# Manitou Stance Static '05



## Sudden_Judgement (Sep 13, 2006)

One of my bmx buddys, is doing a cheap DJ buildup. Do you think these fork will be decent? They closely resemble the sherman, gold label line. The specs sound good.

This is what the site has to say,

Answer set out to create a budget priced alternative to the Sherman line, They knew that the fork must be the ultimate blend of performance and value. So they packed it full of high-end features. Common to all of the new Stance freeride, street, and dirt jump forks is a remarkably stiff and durable structure consisting of 32mm nitride steel stanchions, solid forged aluminum crowns, and an all new 1-piece Reverse Arch magnesium casting.

Thanks for your thoughts


----------



## snaky69 (Mar 8, 2005)

Manitou has a tendency to crap out, but if it's cheap, why not. I'll blow its seals for sure though, after a month or two. But they actually feel better when they're broken haha!


----------



## XSL_WiLL (Nov 2, 2004)

La sigh... Whatever, not even worth arguing anymore.


----------



## bitterrider (Sep 21, 2006)

They are good and bad. They came stock on my bitter. Cons: no adjustment (well for some people) Yup seals suck arse. I got mine in july by september they were spewing oil. Funny thing now that its cold they stopped spitting up???? maybe they are just empty! Oh yeah and they are heavy but thats expected with this kind of bike. Oh yeah and I broke the bump stop with in the first few weeks of having them.

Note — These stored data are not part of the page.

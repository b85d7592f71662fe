"""Figures and the report, rendered headless (Agg); what can be read back from the artists is checked."""

from __future__ import annotations

import matplotlib

matplotlib.use("Agg")

import matplotlib.dates as mdates  # noqa: E402
import numpy as np  # noqa: E402
import pytest  # noqa: E402

import polarflux as pf  # noqa: E402
from polarflux.analysis import analyse  # noqa: E402
from polarflux.events import from_decimal_year  # noqa: E402
from polarflux.plots import SIGNED_COLOURS, signed_colormap  # noqa: E402
from polarflux.report import FIGURE_KINDS, figures, report_html, save_figure  # noqa: E402


@pytest.fixture(scope="module")
def analysis(three_cycles):
    folder, truth = three_cycles
    record = pf.measure_archive([folder / "maps"])
    result = analyse(record, pf.read_sunspots(folder / "sunspots.csv"), members=60,
                     as_of=2051.0 + truth["next_cycle"]["start_years"] - 2.0)
    return result


@pytest.fixture(scope="module")
def drawn(analysis):
    return figures(analysis, caption="test caption")


def test_every_kind_is_drawn_with_labelled_axes_and_units(drawn):
    assert set(drawn) == set(FIGURE_KINDS)
    units = {"polar": "(G)", "butterfly": "(sine-latitude scale)", "map": "(deg)", "fan": "sunspot number",
             "calibration": "(G)"}
    for kind, fig in drawn.items():
        ax = fig.axes[0]
        assert ax.get_xlabel() and ax.get_ylabel(), kind
        assert units[kind] in ax.get_xlabel() + ax.get_ylabel(), kind
        assert any("test caption" in t.get_text() or "source" in t.get_text() for t in fig.texts), kind


def test_time_axes_carry_dates(drawn):
    for kind in ("polar", "butterfly", "fan"):
        ax = drawn[kind].axes[0]
        assert "UTC" in ax.get_xlabel()
        labels = [t.get_text() for t in ax.get_xticklabels()]
        assert any(label[:2] in ("20", "21") for label in labels), labels


def test_reversals_and_minima_are_marked_at_their_times(analysis, drawn):
    ax = drawn["polar"].axes[0]
    vertical = [line for line in ax.lines if len(set(np.atleast_1d(line.get_xdata()))) == 1]
    xs = np.array([mdates.date2num(np.atleast_1d(line.get_xdata())[0]) for line in vertical])
    events = analysis["events"]
    wanted = [r["time"] for h in ("north", "south") for r in events["reversals"][h]] + \
             [m["time"] for m in events["minima"]]
    assert len(vertical) >= len(wanted)
    for year in wanted:
        when = mdates.date2num(from_decimal_year(np.array([year]), True)[0].astype("datetime64[ms]").astype(object))
        assert np.min(np.abs(xs - when)) < 1.0  # within a day
    legend = [t.get_text() for t in ax.get_legend().get_texts()]
    assert "north reversal" in legend and "cycle minimum" in legend and any("era" in t for t in legend)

Pros: They feel nice, the fluid flow is great. I didnt like em at first but they really grew on me. No adjustability- i like it plain and simple go out and tear it up.

Bottom line: Decent fork at a cheap price. It is a pretty sturdy piece of equipment. Now that Ive got the bugs worked out I actually like the fork. I planned on throwing it out right away but ill beat it till its dead now.

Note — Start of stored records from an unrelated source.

FORECAST_COLUMNS = ("status", "reason", "maps_used", "last_map", "sunspot_values_used", "calibration_cycles",
                    "projection", "median", "low68", "high68", "low95", "high95", "maximum_time",
                    "forecast_minimum", "amplitude_sample")


def _same(a, b, columns=None):
    """Two hindcast tables hold the same forecasts (every column, or those given; the samples too)."""
    assert list(a["date"].values) == list(b["date"].values)
    for name in columns or a.data_vars:
        x, y = a[name].values, b[name].values
        if x.dtype.kind in "fc":
            np.testing.assert_array_equal(x, y, err_msg=name)
        else:
            assert list(x) == list(y), name


# --------------------------------------------------------------------------- what a date may see


def test_a_map_counts_once_its_rotation_has_ended(world):
    record = world[0]
    t = record["time"].values[40]
    half = np.timedelta64(int(0.5 * ROTATION_DAYS * 86400), "s")
    just_before = to_decimal_year((t + half - np.timedelta64(1, "h"))[None])[0][0]
    just_after = to_decimal_year((t + half + np.timedelta64(1, "h"))[None])[0][0]
    assert cut_record(record, just_before)["time"].values[-1] == record["time"].values[39]
    assert cut_record(record, just_after)["time"].values[-1] == t
    # the map's own time is not enough: half a rotation must have passed
    assert t not in cut_record(record, to_decimal_year(t[None])[0][0] + 1e-6)["time"].values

The real test will be next week im going to rays mtb park so it will be a true beating for it. My season was cut short cause the cold came on so fast and didnt get a real chance to see what they are or arent made of. I will update you after the trip though.


----------



## bitterrider (Sep 21, 2006)

heres a pic.


----------



## snaky69 (Mar 8, 2005)

XSL_WiLL said:


> La sigh... Whatever, not even worth arguing anymore.


I'm not arguing will, I'm just saying my personal thoughts on this very fork that I have tried for more than 5 minutes(we're talking a whole day). Replace the seals right out of the box and you might be onto something, I bet it feels pretty nice when the fluid stays in there.

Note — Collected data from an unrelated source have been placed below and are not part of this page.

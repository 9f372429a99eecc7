import { describe, expect, it } from 'vitest';
import { berBpskQpsk, berSquareQam, ebN0DbForBer, erfc, serSquareQam } from '../../../src/dsp/receiver/errorRateTheory';

// Check values of REFERENCE.md §6 (derived there from Proakis ch. 4); relative tolerance 1 %.
const relTol = 0.01;
function expectRel(actual: number, expected: number): void {
  expect(Math.abs(actual / expected - 1), `${actual} vs ${expected}`).toBeLessThan(relTol);
}

describe('AWGN error-rate formulas', () => {
  it('erfc agrees with known values (Abramowitz & Stegun Table 7.1): erfc(0) = 1, erfc(1) = 0.157299, erfc(2) = 0.004678', () => {
    expect(erfc(0)).toBeCloseTo(1, 7);
    expectRel(erfc(1), 0.1572992);
    expectRel(erfc(2), 0.004677735);
    expectRel(erfc(-1), 2 - 0.1572992);
  });
  it('BPSK/QPSK BER at 0, 4, 6, 8, 9.6, 10 dB', () => {
    const table: [number, number][] = [
      [0, 7.865e-2],
      [4, 1.25e-2],
      [6, 2.388e-3],
      [8, 1.909e-4],
      [9.6, 9.736e-6],
      [10, 3.872e-6],
    ];
    for (const [eb, ber] of table) expectRel(berBpskQpsk(eb), ber);
  });
  it('16QAM BER at 10, 12, 14 dB; 64QAM at 18 dB; 16QAM SER at Es/N0 16 and 20 dB', () => {
    expectRel(berSquareQam(16, 10), 1.754e-3);
    expectRel(berSquareQam(16, 12), 1.387e-4);
    expectRel(berSquareQam(16, 14), 2.763e-6);
    expectRel(berSquareQam(64, 18), 6.35e-6);
    expectRel(serSquareQam(16, 16), 7.152e-3);
    expectRel(serSquareQam(16, 20), 1.162e-5);
  });
  it('Eb/N0 for BER 1e-3 / 1e-5 / 1e-6 (QPSK) and for 1e-5 (16…1024QAM), 0.02 dB', () => {
    expect(ebN0DbForBer(berBpskQpsk, 1e-3)).toBeCloseTo(6.79, 1);
    expect(Math.abs(ebN0DbForBer(berBpskQpsk, 1e-5) - 9.59)).toBeLessThan(0.02);
    expect(Math.abs(ebN0DbForBer(berBpskQpsk, 1e-6) - 10.53)).toBeLessThan(0.02);
    for (const [m, db] of [
      [16, 13.43],
      [64, 17.79],
      [256, 22.5],
      [1024, 27.47],
    ] as const) {
      expect(Math.abs(ebN0DbForBer((x) => berSquareQam(m, x), 1e-5) - db)).toBeLessThan(0.02);
    }
  });
});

Edit: In other words, as a cheap beater fork, I'd most definitely hit it.


----------



## dirtyharry (Jun 27, 2006)

Probably the best "cheap" dirt jumpable fork out there. Dirt Jams feel icky, and the RST stuff Specialized puts on their hard rocks aren't something I'd trust for urban. They're actually decent DJ forks, but anyway . . .

Stances aren't bad, but aren't great either. On a 1-10 scale, 10 being highest, I'd give a stock a 6.5-7.


----------



## ---->SWERVE76<---- (Jun 20, 2005)

I broke the rebound adjuster after 3 months (from grinding on it) and blew the seals on the air part 3 months later. But I put an extra firm spring in it and it works fine. They seem fine for some people and horrible for others.


----------



## bitterrider (Sep 21, 2006)

what fork you riding, not the static there is no air, just fluid and spring.


----------



## ---->SWERVE76<---- (Jun 20, 2005)

It has a schraeder valve on the left stanchion. It would stiffen the fork.


----------



## snaky69 (Mar 8, 2005)

A friend of mine has an 06', it blew on the air side only. It feels somewhat decent now that there is no fluid left in that leg, before it would stiffen up and completely lock out at about 40mm travel, even when he was running no air in them.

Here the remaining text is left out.